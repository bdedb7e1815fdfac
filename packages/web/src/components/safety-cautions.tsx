import { Callout } from '@blueprintjs/core';
import { WarningSignIcon } from '@blueprintjs/icons';
import { CAUTIONS, cautionsFor, type CautionUse } from '@tacet/vibration';

export interface SafetyCautionsProps {
  /** `design`: every design tab and the results; `supplier`: what goes to a supplier (purchasing). */
  use?: CautionUse;
  /** The design asks for a seismic restraint check: its caution is added. */
  restraint?: boolean;
  /** Only the general caution (the overview). */
  compact?: boolean;
}

/**
 * The cautions every result in Tacet carries (PRODUCT.md, "Cautions the product shows"), in the
 * words of the one source the report, the BOM files and the supplier e-mails use
 * (`cautionsFor` in @tacet/vibration).
 */
export function SafetyCautions({ use = 'design', restraint = false, compact = false }: SafetyCautionsProps) {
  const [general, ...rest] = compact ? [CAUTIONS.general] : cautionsFor(use, { restraint });
  return (
    <Callout intent="warning" icon={<WarningSignIcon />} title={general.title} className="tc-cautions" data-testid="cautions">
      <p>{general.text}</p>
      {rest.map((caution) => (
        <p key={caution.id}>
          <strong>{caution.title}.</strong> {caution.text}
        </p>
      ))}
    </Callout>
  );
}
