import { NonIdealState } from '@blueprintjs/core';
import { BuildIcon } from '@blueprintjs/icons';

import { PageHeader } from './page-header';

/** Stands in for an area that a later release delivers. */
export function PlaceholderPage({ title, purpose }: { title: string; purpose: string }) {
  return (
    <>
      <PageHeader title={title} description={purpose} />
      <div className="tc-panel tc-placeholder">
        <NonIdealState
          icon={<BuildIcon size={40} />}
          title="Not built yet — this area arrives with a later release"
          description="Nothing here is lost: the area appears in the navigation already so you know where it will be."
        />
      </div>
    </>
  );
}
○ ○ ○ ○
THE PROBLEM: Once the listing above has been read, restate it exactly.

EXERCISE ANSWER:
repository bdedb7e1815fdfac
filename packages/web/src/components/safety-cautions.tsx
import { Callout } from '@blueprintjs/core';
import { WarningSignIcon } from '@blueprintjs/icons';
import { CAUTIONS, cautionsFor, type CautionUse } from '@tacet/vibration';

export interface SafetyCautionsProps {
  /** `design`: every design tab and the results; `supplier`: what goes to a supplier (purchasing). */
  use?: CautionUse;
  /** The design asks for a seismic restraint check: its caution is added. */
  restraint?: boolean;
  /** Only the general caution (the overview). */
  compact?: boolean;
}

/**
 * The cautions every result in Tacet carries (PRODUCT.md, "Cautions the product shows"), in the
 * words of the one source the report, the BOM files and the supplier e-mails use
 * (`cautionsFor` in @tacet/vibration).
 */
export function SafetyCautions({ use = 'design', restraint = false, compact = false }: SafetyCautionsProps) {
  const [general, ...rest] = compact ? [CAUTIONS.general] : cautionsFor(use, { restraint });
  return (
    <Callout intent="warning" icon={<WarningSignIcon />} title={general.title} className="tc-cautions" data-testid="cautions">
      <p>{general.text}</p>
      {rest.map((caution) => (
        <p key={caution.id}>
          <strong>{caution.title}.</strong> {caution.text}
        </p>
      ))}
    </Callout>
  );
}
import { NonIdealState } from '@blueprintjs/core';
import { BuildIcon } from '@blueprintjs/icons';

import { PageHeader } from './page-header';

/** Stands in for an area that a later release delivers. */
export function PlaceholderPage({ title, purpose }: { title: string; purpose: string }) {
  return (
    <>
      <PageHeader title={title} description={purpose} />
      <div className="tc-panel tc-placeholder">
        <NonIdealState
          icon={<BuildIcon size={40} />}
          title="Not built yet — this area arrives with a later release"
          description="Nothing here is lost: the area appears in the navigation already so you know where it will be."
        />
      </div>
    </>
  );
}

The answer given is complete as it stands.